What you will do: Within the records below, reproduce without change the lines from the line that has "the user's own." through the line that has "given need not be in", and only those.

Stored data
BEGIN
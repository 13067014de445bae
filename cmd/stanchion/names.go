package main

import (
	"strings"

	"stanchion/catalogue"
	"stanchion/design"
	"stanchion/schedule/takeoff"
)

// national resolves the name of a national set, or of the user's own.
func (r *run) national(name string) (design.National, error) { return nationalSet(name, r.input) }

// stock reads the list of sections that a setting names.
func (r *run) stock(file string) (*catalogue.Catalogue, error) {
	return readStock(findFile(file, r.input))
}

// section returns the section of a result. One that was given need not be in
// stock, and one of the steel at hand need not be in any catalogue.
func (r *run) section(name string) (*catalogue.Section, error) {
	s, err := r.cat.Find(name, catalogue.FindOptions{})
	if err != nil && r.atHand != nil {
		s, err = r.atHand.Find(name, catalogue.FindOptions{})
	}
	if err != nil {
		s, err = catalogue.Default().Find(name, catalogue.FindOptions{})
	}
	return s, err
}

// familyOf names the family of a result's section as the schedule and the
// settings take it: with the finish of a cold-formed one.
func (r *run) familyOf(section string) string {
	family, ok := r.families[section]
	if !ok {
		if s, err := r.section(section); err == nil {
			family = takeoff.FamilyName(s)
		}
		r.families[section] = family
	}
	return family
}

// asTyped returns a name as it can be typed into a command.
func asTyped(name string) string {
	if strings.ContainsAny(name, " \t&()[]{};,'`$!#*?<>|~") {
		return `"` + name + `"`
	}
	return name
}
END
Written answer:
// national resolves the name of a national set, or of the user's own.
func (r *run) national(name string) (design.National, error) { return nationalSet(name, r.input) }

// stock reads the list of sections that a setting names.
func (r *run) stock(file string) (*catalogue.Catalogue, error) {
	return readStock(findFile(file, r.input))
}

// section returns the section of a result. One that was given need not be in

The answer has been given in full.